**Data:**
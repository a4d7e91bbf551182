// libFuzzer target for one wire-format parser (FUZZ_FORMAT picks which).
// Besides "no crash, no sanitizer report", it checks the property every parser
// promises: feeding the input whole or split at a point taken from the input
// gives the same samples and counters. A difference aborts.
#include <cmath>
#include <cstdint>
#include <cstdlib>
#include <string_view>

#include "drivers/parser_registry.hpp"

using namespace tensile::drivers;

namespace {

FormatConfig config() {
    FormatConfig f;
    f.format = FUZZ_FORMAT;
    f.max_line = 128;
    ChannelSpec force;
    force.name = "force";
    force.field = 1;
    force.key = "F";
    force.scale = f.format == "binary" ? 0.001 : 1.0;
    force.min = -1e6;
    force.max = 1e6;
    ChannelSpec ext;
    ext.name = "extension";
    ext.unit = tensile::LengthUnit::millimetre;
    ext.field = 2;
    ext.key = "ext";
    ext.scale = f.format == "binary" ? 0.0001 : 1.0;
    if (f.format != "control") f.channels = {force, ext};  // a command port carries no channels
    if (f.format == "lines") f.time_field = 0;
    return f;
}

bool same(const std::vector<Sample>& a, const std::vector<Sample>& b) {
    if (a.size() != b.size()) return false;
    for (std::size_t i = 0; i < a.size(); ++i) {
        const bool v = (std::isnan(a[i].value) && std::isnan(b[i].value)) || a[i].value == b[i].value;
        if (!v || a[i].channel != b[i].channel || a[i].flags != b[i].flags || a[i].stamp != b[i].stamp) return false;
    }
    return true;
}

}  // namespace

extern "C" int LLVMFuzzerTestOneInput(const std::uint8_t* data, std::size_t size) {
    static const ParserRegistry formats = builtin_formats();
    static const FormatConfig cfg = config();
    const auto bytes = std::as_bytes(std::span<const std::uint8_t>(data, size));

    auto whole = formats.make(cfg);
    std::vector<Sample> a;
    whole->feed(bytes, a);
    whole->break_stream();

    auto split = formats.make(cfg);
    std::vector<Sample> b;
    const std::size_t cut = size ? (data[0] * 7919u) % (size + 1) : 0;
    split->feed(bytes.first(cut), b);
    split->feed(bytes.subspan(cut), b);
    split->break_stream();

    if (!same(a, b) || !(whole->counters() == split->counters())) std::abort();
    return 0;
}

**Problem to solve:** Where the string "binary" appears in a line of the listing, copy that line.

**Your response:**
    force.scale = f.format == "binary" ? 0.001 : 1.0;
    ext.scale = f.format == "binary" ? 0.0001 : 1.0;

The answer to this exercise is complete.